Calling Kenny Tate's road to where he is now "long" is a bit of an understatement. A former four-star WR from DeMatha, just minutes from Maryland's campus, Tate had offers from Florida, Michigan, Ohio State, Notre Dame, and a few other big-name schools. He ended up at Maryland, only to promptly be switched to defense when the Terps had a lack of safeties his freshman year.
He ended up seeing intermittent playing time his true freshman year at a position somewhat unnatural for him; he stayed there his sophomore year, and appeared ready to break out of his shell and become an impact player. Heck, Ralph Friedgen even explicitly said "[Tate] is an impact player right now. [He] is a force."
Tate followed that up with a sophomore campaign that was just about identical to his freshman one. A few mistakes in coverage, a few bone-crunching hits, and more time spent waiting behind vets than playing until he eventually went out for the season with an injury. Of course, that set off some (rather deserved) doubting of Tate's future at safety and the decision to leave him there.

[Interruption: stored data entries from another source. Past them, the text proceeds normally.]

(function () {
  const DEBOUNCE_MS = 150;
  const $ = (sel, root) => (root || document).querySelector(sel);
  const $$ = (sel, root) => Array.from((root || document).querySelectorAll(sel));

  // ------------------------------------------------------------ formatting

  const RAD_TO_DEG = 180 / Math.PI;

  function fmt(x, sig) {
    if (x === null || x === undefined) return "—";
    if (typeof x !== "number" || !Number.isFinite(x)) return String(x);
    if (x === 0) return "0";
    const a = Math.abs(x);
    if (a >= 1e5) return x.toFixed(0);
    if (a < 1e-4) return x.toExponential((sig || 5) - 1);
    return x.toPrecision(sig || 5);
  }

  function get(obj, path) {
    let cur = obj;
    for (const key of path.split(".")) {
      if (cur === null || cur === undefined) return undefined;
      cur = cur[key];
    }
    return cur;
  }

  function el(tag, attrs, text) {
    const e = document.createElement(tag);
    if (attrs) for (const [k, v] of Object.entries(attrs)) e.setAttribute(k, v);
    if (text !== undefined) e.textContent = text;
    return e;
  }

  // ------------------------------------------------------------ results

  // A row: [label, path in the analysis object, unit, scale (display = value * scale)].
  function table(rows, a) {
    const t = el("table", { class: "figures" });
    const body = el("tbody");
    for (const [label, path, unit, scale] of rows) {
      const raw = get(a, path);
      if (raw === undefined) continue; // a field this engine build does not report
      const v = typeof raw === "number" ? raw * (scale || 1) : raw;
      const tr = el("tr");
      tr.appendChild(el("th", { scope: "row" }, label));
      tr.appendChild(el("td", { class: "num", "data-out": path }, fmt(v)));
      tr.appendChild(el("td", { class: "unit" }, unit || ""));
      body.appendChild(tr);
    }
    t.appendChild(body);
    return t;
  }

  function list(items, cls) {
    const ul = el("ul", { class: cls });
    for (const s of items) ul.appendChild(el("li", null, String(s)));
    return ul;
  }

  const SECTIONS = [
    {
      id: "warnings",
      title: "Warnings",
      when: (a) => Array.isArray(a.warnings) && a.warnings.length > 0,
      build: (a) => list(a.warnings, "warnings"),
    },
    {
      id: "dc",
      title: "DC output — textbook closed forms",
      note: (a) =>
        "Ripple-free DC current assumed: Id = " + fmt(a.textbook_i_d_a) + " A.",
      build: (a) =>
        table(
          [
            ["Vdo, ideal no-load DC voltage", "textbook.vdo_v", "V"],
            ["Vdo·cos α", "textbook.vd_alpha_v", "V"],
            ["Commutation drop", "textbook.commutation_drop_v", "V"],
            ["Vd, DC voltage at Id", "textbook.vd_v", "V"],
            ["Overlap angle μ", "textbook.overlap_rad", "°", RAD_TO_DEG],
            ["Pdo = Vdo·Id", "textbook.pdo_w", "kW", 1e-3],
          ],
          a
        ),
    },
    {
      id: "line",
      title: "Line current and power factor — textbook",
      build: (a) =>
        table(
          [
            ["Line current, RMS", "textbook.line_rms_a", "A"],
            ["Line current, fundamental RMS", "textbook.line_fundamental_a", "A"],
            ["THD of the line current", "textbook.thd_pct", "%"],
            ["Displacement factor", "textbook.displacement_factor", ""],
            ["Distortion factor", "textbook.distortion_factor", ""],
            ["Power factor", "textbook.power_factor", ""],
            ["Supply apparent power", "textbook.supply_va", "kVA", 1e-3],
            ["Supply VA / Pdo", "textbook.va_per_pdo", ""],
          ],
          a
        ),
    },
    {
      id: "device",
      title: "Device stress, per device — textbook",
      build: (a) =>
        table(
          [
            ["Average current", "textbook.device_avg_a", "A"],
            ["RMS current", "textbook.device_rms_a", "A"],
            ["Peak current", "textbook.device_peak_a", "A"],
            ["Peak inverse voltage (PIV)", "textbook.device_piv_v", "V"],
          ],
          a
        ),
    },
    {
      id: "harmonics",
      title: "Line-current harmonics — textbook",
      when: (a) => a.textbook && Array.isArray(a.textbook.harmonics),
      build: (a) => {
        const t = el("table", { class: "harmonics", "data-out": "textbook.harmonics" });
        const head = el("thead");
        const hr = el("tr");
        for (const h of ["Order h", "% of fundamental", "RMS, A"]) hr.appendChild(el("th", { scope: "col" }, h));
        head.appendChild(hr);
        t.appendChild(head);
        const body = el("tbody");
        for (const h of a.textbook.harmonics) {
          const tr = el("tr");
          tr.appendChild(el("td", { class: "num" }, String(h.order)));
          tr.appendChild(el("td", { class: "num" }, fmt(h.pct_of_fundamental, 4)));
          tr.appendChild(el("td", { class: "num" }, fmt(h.rms_a, 4)));
          body.appendChild(tr);
        }
        t.appendChild(body);
        return t;
      },
    },
    {
      id: "source",
      title: "Source as seen by the bridge",
      build: (a) =>
        table(
          [
            ["Source resistance per phase", "derived.r_source_ohm", "mΩ", 1e3],
            ["Source inductance per phase", "derived.l_source_h", "µH", 1e6],
            ["Reactor resistance per phase", "derived.r_reactor_ohm", "mΩ", 1e3],
            ["Reactor inductance per phase", "derived.l_reactor_h", "µH", 1e6],
            ["Short-circuit current at the PCC", "derived.i_sc_a", "kA", 1e-3],
            ["Short-circuit power at the PCC", "derived.s_sc_va", "MVA", 1e-6],
            ["Rated power", "derived.rated_power_w", "kW", 1e-3],
            ["Rated line current", "derived.rated_current_a", "A"],
          ],
          a
        ),
    },
    {
      id: "assumptions",
      title: "What the textbook figures assume",
      when: (a) => a.textbook && Array.isArray(a.textbook.assumptions),
      build: (a) => list(a.textbook.assumptions, "assumptions"),
    },
  ];

  function render(a) {
    const host = $("#sections");
    const frag = document.createDocumentFragment();
    for (const s of SECTIONS) {
      if (s.when && !s.when(a)) continue;
      const sec = el("section", { class: "card", id: "out-" + s.id });
      sec.appendChild(el("h2", null, s.title));
      if (s.note) sec.appendChild(el("p", { class: "note" }, s.note(a)));
      sec.appendChild(s.build(a));
      frag.appendChild(sec);
    }
    host.replaceChildren(frag);
  }

  // ------------------------------------------------------------ inputs

  function variantValue(path) {
    const sel = $(`select[data-variant="${path}"]`) || $(`select[data-path="${path}"]`);
    return sel ? sel.value : undefined;
  }

  function updateVisibility() {
    for (const g of $$("[data-when]")) {
      const [path, values] = g.getAttribute("data-when").split("=");
      g.hidden = !values.split("|").includes(variantValue(path));
    }
  }

  function activeInputs() {
    return $$("#inputs [data-path], #inputs [data-variant]").filter((e) => !e.closest("[hidden]"));
  }

  // serde's view of a partial scenario: missing fields take the default, and a
  // variant object (one with "kind") or an array is replaced whole.
  function mergeScenario(def, over) {
    if (over === null || typeof over !== "object" || Array.isArray(over)) return over;
    if ("kind" in over || def === null || typeof def !== "object") return over;
    const out = Object.assign({}, def);
    for (const [k, v] of Object.entries(over)) out[k] = mergeScenario(def[k], v);
    return out;
  }

  function setPath(obj, path, value) {
    const keys = path.split(".");
    let cur = obj;
    for (const k of keys.slice(0, -1)) {
      if (typeof cur[k] !== "object" || cur[k] === null) cur[k] = {};
      cur = cur[k];
    }
    cur[keys[keys.length - 1]] = value;
  }

  // "1,5" is accepted as 1.5 (tablets set to a comma locale); nothing else is guessed.
  function parseNumber(text) {
    let t = text.trim();
    if (t === "") return { error: "enter a number" };
    if (/^[+-]?\d*,\d+$/.test(t)) t = t.replace(",", ".");
    if (!/^[+-]?(\d+\.?\d*|\.\d+)([eE][+-]?\d+)?$/.test(t)) return { error: "not a number" };
    return { value: Number(t) };
  }

  function scaleOf(input) {
    return Number(input.getAttribute("data-scale") || "1");
  }

  // The scenario the form edits: the default, or the last case opened.  Fields
  // the page has no input for (background harmonics, imbalance, ...) come from
  // here unchanged; a variant (an object with "kind") is rebuilt from the form.
  let base = {};

  function buildScenario() {
    const scenario = JSON.parse(JSON.stringify(base));
    const errors = [];
    for (const e of activeInputs()) {
      const variant = e.getAttribute("data-variant");
      if (variant) {
        setPath(scenario, variant, { kind: e.value });
        continue;
      }
      const path = e.getAttribute("data-path");
      if (e.tagName === "SELECT" || e.getAttribute("data-type") === "text") {
        setPath(scenario, path, e.value);
        continue;
      }
      const p = parseNumber(e.value);
      if (p.error) {
        errors.push({ input: e, message: p.error });
        continue;
      }
      // Round away the binary noise of the unit scaling (e.g. 2200 µF -> 2.2e-3 F).
      setPath(scenario, path, Number((p.value * scaleOf(e)).toPrecision(15)));
    }
    return { scenario, errors };
  }

  function fieldMsg(input) {
    const field = input.closest(".field");
    return field ? $(".msg", field) : null;
  }

  function clearMessages() {
    for (const e of activeInputs()) e.removeAttribute("aria-invalid");
    for (const m of $$("#inputs .msg")) m.textContent = "";
  }

  function markInvalid(input, message) {
    input.setAttribute("aria-invalid", "true");
    const m = fieldMsg(input);
    if (m) m.textContent = message;
  }

  // The engine throws "field.path: reason"; put the reason beside that field.
  function showEngineError(text) {
    const msg = String(text);
    const i = msg.indexOf(": ");
    const path = i > 0 ? msg.slice(0, i) : "";
    const reason = i > 0 ? msg.slice(i + 2) : msg;
    const inputs = activeInputs();
    const target =
      inputs.find((e) => e.getAttribute("data-path") === path) ||
      inputs.find((e) => e.getAttribute("data-variant") && path.startsWith(e.getAttribute("data-variant")));
    if (target) markInvalid(target, reason);
    else $("#input-error").textContent = msg;
  }

  // ------------------------------------------------------------ compute loop

  const results = () => $("#results");
  let computed = 0;

  function setStale(stale) {
    const r = results();
    if (computed === 0) {
      r.setAttribute("data-state", stale ? "invalid" : "loading");
    } else {
      r.setAttribute("data-state", stale ? "stale" : "current");
    }
    r.classList.toggle("stale", stale && computed > 0);
    $("#stale-note").hidden = !(stale && computed > 0);
  }

  function compute() {
    clearMessages();
    const { scenario, errors } = buildScenario();
    if (errors.length) {
      for (const { input, message } of errors) markInvalid(input, message);
      setStale(true);
      return;
    }
    let analysis;
    try {
      analysis = wasm_bindgen.analyze_json(JSON.stringify(scenario));
    } catch (err) {
      showEngineError(err);
      setStale(true);
      return;
    }
    render(analysis);
    computed += 1;
    results().setAttribute("data-computed", String(computed));
    setStale(false);
  }

  let timer = 0;
  function schedule() {
    clearTimeout(timer);
    timer = setTimeout(compute, DEBOUNCE_MS);
  }

  function fillDefaults(def) {
    for (const sel of $$("select[data-variant]")) {
      const kind = get(def, sel.getAttribute("data-variant") + ".kind");
      if (kind !== undefined) sel.value = kind;
    }
    for (const sel of $$("select[data-path]")) {
      const v = get(def, sel.getAttribute("data-path"));
      if (v !== undefined) sel.value = v;
    }
    updateVisibility();
    for (const input of $$("#inputs input[data-path]")) {
      // Inside a group that belongs to a variant not chosen in the default
      // scenario, the default has no value: take the field's own data-default.
      const group = input.closest("[data-when]");
      const whenPath = group ? group.getAttribute("data-when").split("=")[0] : "";
      const ofVariant = group && $(`select[data-variant="${whenPath}"]`);
      const v = ofVariant && group.hidden ? undefined : get(def, input.getAttribute("data-path"));
      if (input.getAttribute("data-type") === "text") {
        input.value = typeof v === "string" ? v : "";
      } else if (typeof v === "number") {
        input.value = String(Number((v / scaleOf(input)).toPrecision(12)));
      } else if (input.hasAttribute("data-default")) {
        input.value = input.getAttribute("data-default");
      } else {
        input.value = "0";
      }
    }
  }

  function saveCase() {
    const msg = $("#case-msg");
    const { scenario, errors } = buildScenario();
    if (errors.length) {
      msg.textContent = "Correct the marked fields first.";
      return;
    }
    msg.textContent = "";
    const blob = new Blob([JSON.stringify(scenario, null, 2) + "\n"], { type: "application/json" });
    const a = document.createElement("a");
    const stem = (scenario.name || "case").replace(/[^A-Za-z0-9._-]+/g, "-").replace(/^-+|-+$/g, "");
    a.download = (stem || "case") + ".rectifield.json";
    a.href = URL.createObjectURL(blob);
    document.body.appendChild(a);
    a.click();
    a.remove();
    setTimeout(() => URL.revokeObjectURL(a.href), 10000);
  }

  function openCase(file) {
    const msg = $("#case-msg");
    const reader = new FileReader();
    reader.onload = () => {
      const text = String(reader.result);
      try {
        wasm_bindgen.analyze_json(text); // the engine's own check, with field paths
      } catch (err) {
        msg.textContent = file.name + ": " + String(err);
        return;
      }
      base = mergeScenario(wasm_bindgen.default_scenario(), JSON.parse(text));
      fillDefaults(base);
      msg.textContent = "Opened " + file.name + ".";
      compute();
    };
    reader.onerror = () => {
      msg.textContent = file.name + ": could not be read.";
    };
    reader.readAsText(file);
  }

  function base64ToBytes(b64) {
    const bin = atob(b64);
    const out = new Uint8Array(bin.length);
    for (let i = 0; i < bin.length; i++) out[i] = bin.charCodeAt(i);
    return out;
  }

  async function start() {
    updateVisibility();
    // Async init: Chromium refuses synchronous compiles of large modules.
    await wasm_bindgen({ module_or_path: base64ToBytes(RECTIFIELD_WASM_BASE64) });
    $("#version").textContent = wasm_bindgen.version();
    base = wasm_bindgen.default_scenario();
    fillDefaults(base);
    const form = $("#inputs");
    $("#save_case").addEventListener("click", saveCase);
    $("#open_case").addEventListener("change", (ev) => {
      const f = ev.target.files && ev.target.files[0];
      if (f) openCase(f);
      ev.target.value = "";
    });
    form.addEventListener("input", (ev) => {
      if (ev.target.tagName === "SELECT" || ev.target.hasAttribute("data-ignore")) return;
      schedule();
    });
    form.addEventListener("change", (ev) => {
      if (ev.target.tagName !== "SELECT") return;
      updateVisibility();
      clearTimeout(timer);
      compute();
    });
    form.addEventListener("submit", (ev) => ev.preventDefault());
    compute();
  }

  start().catch((err) => {
    const f = $("#fatal");
    f.hidden = false;
    f.textContent = "The calculator could not start: " + String(err && err.message ? err.message : err);
    console.error("Rectifield failed to start:", err);
  });
})();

And then he comes out in the season opener against Navy and does something like this: 12 tackles, a forced fumble, and a game-saving tackle on Navy's final offensive play. Oh, and he was just named the Bronko Nagurski National Defensive Player of the Week. Pretty good outing, I think.

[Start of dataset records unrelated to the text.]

/// Render a readable report.
pub fn text(s: &Scenario, a: &Analysis) -> String {
    let mut o = String::new();
    let _ = writeln!(o, "Rectifield {} — {}", a.version, s.name);
    let _ = writeln!(
        o,
        "Supply {:.1} V line-to-line RMS, {:.2} Hz; bridge {:?}",
        s.supply.v_ll_rms_v, s.supply.f_hz, s.bridge.kind
    );
    let d = &a.derived;
    let _ = writeln!(o, "\nSource");
    line(&mut o, "source R per phase", d.r_source_ohm * 1e3, "mohm");
    line(&mut o, "source L per phase", d.l_source_h * 1e6, "uH");
    line(&mut o, "reactor L per phase", d.l_reactor_h * 1e6, "uH");
    line(&mut o, "short-circuit current at PCC", d.i_sc_a / 1e3, "kA");
    line(
        &mut o,
        "rated power (for % impedances)",
        d.rated_power_w / 1e3,
        "kW",
    );

    if let (Some(r), Some(sim)) = (&a.results, &a.sim) {
        let _ = writeln!(
            o,
            "\nExact periodic steady state (switched-circuit simulation)"
        );
        let dc = &r.dc;
        line(&mut o, "DC voltage average", dc.v_avg_v, "V");
        line(&mut o, "DC ripple peak-to-peak", dc.ripple_pp_v, "V");
        line(&mut o, "DC ripple RMS (meter on AC)", dc.ripple_rms_v, "V");
        line(&mut o, "ripple factor", dc.ripple_factor * 100.0, "%");
        line(
            &mut o,
            "dominant ripple frequency",
            dc.ripple_dominant_hz,
            "Hz",
        );
        line(&mut o, "DC current average", dc.i_avg_a, "A");
        line(&mut o, "DC current RMS", dc.i_rms_a, "A");
        let _ = writeln!(o, "  {:<40} {:>12}", "conduction", dc.conduction);
        if let Some(mu) = dc.overlap_deg {
            line(&mut o, "overlap angle (mean)", mu, "deg");
        }
        if let Some(g) = dc.extinction_deg {
            line(&mut o, "extinction angle (180 - alpha - mu)", g, "deg");
        }
        line(&mut o, "DC load power", dc.p_load_w / 1e3, "kW");
        let _ = writeln!(o, "\nLine currents");
        for c in &r.line_currents {
            let _ = writeln!(
                o,
                "  phase {}: RMS {:>9.3} A  fundamental {:>9.3} A  THD {:>7.2} %  TDD {:>7.2} %",
                c.phase, c.rms_a, c.fundamental_a, c.thd_pct, c.tdd_pct
            );
        }
        let _ = writeln!(
            o,
            "  demand current IL for TDD: {:.3} A",
            r.demand_current_a
        );
        let _ = writeln!(
            o,
            "  harmonics of phase a above 0.5 % (order: % of fundamental, A RMS)"
        );
        for h in r.line_currents[0]
            .rows
            .iter()
            .skip(1)
            .filter(|h| h.pct_of_fundamental >= 0.5)
        {
            let _ = writeln!(
                o,
                "    h{:<3} {:>8.3} %  {:>10.3} A",
                h.order, h.pct_of_fundamental, h.rms
            );
        }
        let _ = writeln!(o, "\nPower (at the supply EMF)");
        let _ = writeln!(
            o,
            "  {:<6} {:>11} {:>11} {:>11} {:>11} {:>7} {:>7} {:>7}",
            "phase", "P kW", "S kVA", "Q1 kvar", "D kVA", "PF", "DPF", "DF"
        );
        for p in r.power.iter().chain(std::iter::once(&r.total)) {
            let _ = writeln!(
                o,
                "  {:<6} {:>11.3} {:>11.3} {:>11.3} {:>11.3} {:>7.4} {:>7.4} {:>7.4}",
                p.phase,
                p.p_w / 1e3,
                p.s_va / 1e3,
                p.q1_var / 1e3,
                p.d_va / 1e3,
                p.power_factor,
                p.displacement_factor,
                p.distortion_factor
            );
        }
        let _ = writeln!(o, "\nDevices");
        let _ = writeln!(
            o,
            "  {:<6} {:>9} {:>9} {:>9} {:>10} {:>10} {:>9}",
            "device", "Iavg A", "Irms A", "Ipk A", "Vrev pk V", "Vfwd pk V", "loss W"
        );
        for dv in &r.ratings.devices {
            let _ = writeln!(
                o,
                "  {:<6} {:>9.3} {:>9.3} {:>9.3} {:>10.1} {:>10.1} {:>9.2}{}",
                dv.name,
                dv.i_avg_a,
                dv.i_rms_a,
                dv.i_peak_a,
                dv.v_reverse_peak_v,
                dv.v_forward_block_peak_v,
                dv.conduction_loss_w,
                if dv.open { "  (set open)" } else { "" }
            );
        }
        let rt = &r.ratings;
        let _ = writeln!(
            o,
            "  suggested voltage class {:.0} V ({:.2} x peak line voltage, {:.2} x worst device voltage; {})",
            rt.suggested_voltage_class_v,
            rt.voltage_class_margin,
            rt.voltage_class_over_worst,
            rt.voltage_class_note
        );
        line(&mut o, "line reactor current RMS", rt.reactor_i_rms_a, "A");
        line(
            &mut o,
            "line reactor current peak",
            rt.reactor_i_peak_a,
            "A",
        );
        if let (Some(cr), Some(cp)) = (rt.choke_i_rms_a, rt.choke_i_peak_a) {
            line(&mut o, "DC choke current RMS", cr, "A");
            line(&mut o, "DC choke current peak", cp, "A");
        }
        line(&mut o, "supply-side VA", rt.transformer_va / 1e3, "kVA");
        line(
            &mut o,
            "utilisation factor (P_dc / VA)",
            rt.utilisation_factor,
            "",
        );
        if let Some(c) = &rt.capacitor {
            let _ = writeln!(o, "\nDC-link capacitor");
            line(&mut o, "ripple current RMS", c.i_rms_a, "A");
            for h in c
                .by_order
                .iter()
                .filter(|h| h.rms >= 0.02 * c.i_rms_a)
                .take(8)
            {
                let _ = writeln!(
                    o,
                    "    at {:>7.1} Hz {:>10.3} A",
                    h.order as f64 * s.supply.f_hz,
                    h.rms
                );
            }
            line(&mut o, "ESR loss", c.esr_loss_w, "W");
            line(&mut o, "temperature rise", c.temp_rise_k, "K");
            line(&mut o, "core temperature", c.core_temp_c, "degC");
            line(&mut o, "life estimate", c.life_estimate_h, "h");
            let _ = writeln!(o, "  ({})", c.note);
        }
        let _ = writeln!(o, "\nTextbook beside exact");
        let _ = writeln!(
            o,
            "  {:<32} {:>12} {:>12} {:>9}  assumption",
            "quantity", "textbook", "exact", "diff %"
        );
        for c in &r.comparisons {
            let _ = writeln!(
                o,
                "  {:<32} {:>12.4} {:>12.4} {:>9}  {}",
                format!("{} [{}]", c.quantity, c.unit),
                c.textbook,
                c.exact,
                c.diff_pct
                    .map(|d| format!("{d:.2}"))
                    .unwrap_or_else(|| "n/a".into()),
                c.assumption
            );
        }
        let _ = writeln!(
            o,
            "\n  solver: {} Newton iterations, residual {:.1e}, {} switching events per period, power balance error {:.1e}",
            sim.newton_iterations,
            sim.residual,
            sim.events.len(),
            r.power_balance_error
        );
        if let Some(t) = &sim.transient {
            let _ = writeln!(o, "\nPower-up from a discharged bus");
            line(
                &mut o,
                "peak line current, whole power-up",
                t.inrush_peak_a,
                "A",
            );
            if let Some(x) = t.precharge_peak_a {
                line(&mut o, "  through the precharge resistor", x, "A");
            }
            if let Some(x) = t.bypass_surge_a {
                line(&mut o, "  after the bypass closed", x, "A");
            }
            line(&mut o, "highest bus voltage", t.v_dc_peak_v, "V");
            match t.charge_time_s {
                Some(x) => line(&mut o, "time to 90 % of the steady bus", x * 1e3, "ms"),
                None => {
                    let _ = writeln!(o, "  bus did not reach 90 % in the window");
                }
            }
            if let Some(b) = t.bypass_at_s {
                line(&mut o, "precharge bypass closed at", b * 1e3, "ms");
            }
            if matches!(s.dc.load, crate::scenario::DcLoad::ConstantPower { .. }) {
                let _ = writeln!(
                    o,
                    "{}",
                    if t.inverter_held_off {
                        "  note: the drive's inverter is held off (no load) until the precharge bypass closes, then\n        draws its power as its equivalent resistance at the steady bus voltage"
                    } else {
                        "  note: the constant-power load is its equivalent resistance at the steady bus voltage\n        throughout (no precharge circuit)"
                    }
                );
            }
        }
    }

    if let Some(c) = &a.compliance {
        compliance(&mut o, c);
    }

    let t = &a.textbook;
    let _ = writeln!(
        o,
        "\nTextbook closed forms (ripple-free DC current Id = {:.3} A)",
        a.textbook_i_d_a
    );
    line(&mut o, "Vdo (ideal no-load DC)", t.vdo_v, "V");
    line(&mut o, "Vdo cos(alpha)", t.vd_alpha_v, "V");
    line(&mut o, "commutation drop", t.commutation_drop_v, "V");
    line(&mut o, "Vd", t.vd_v, "V");
    match t.overlap_rad {
        Some(mu) => line(&mut o, "overlap angle", mu.to_degrees(), "deg"),
        None => {
            let _ = writeln!(
                o,
                "  overlap angle                            (no solution)"
            );
        }
    }
    line(&mut o, "line current RMS", t.line_rms_a, "A");
    line(&mut o, "line current THD", t.thd_pct, "%");
    line(&mut o, "power factor", t.power_factor, "");
    line(&mut o, "device peak reverse voltage", t.device_piv_v, "V");
    let _ = writeln!(o, "  assumes: {}", t.assumptions.join("; "));
    for w in &a.warnings {
        let _ = writeln!(o, "warning: {w}");
    }
    let _ = writeln!(o, "\n{SAFETY}");
    o
}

Is it Tate's breakthrough game? Maybe, maybe not. He still hasn't answered the biggest question surrounding his game from the start: does he have the natural instincts to cover adequately in the passing game? Obviously, that type of question won't be answered against Navy.
But he's certainly on the right track. And any time a player gets a national defensive player of the week award, I don't think anyone can complain. So maybe that headline was a tad inaccurate: has he arrived yet? Not definitely. But maybe.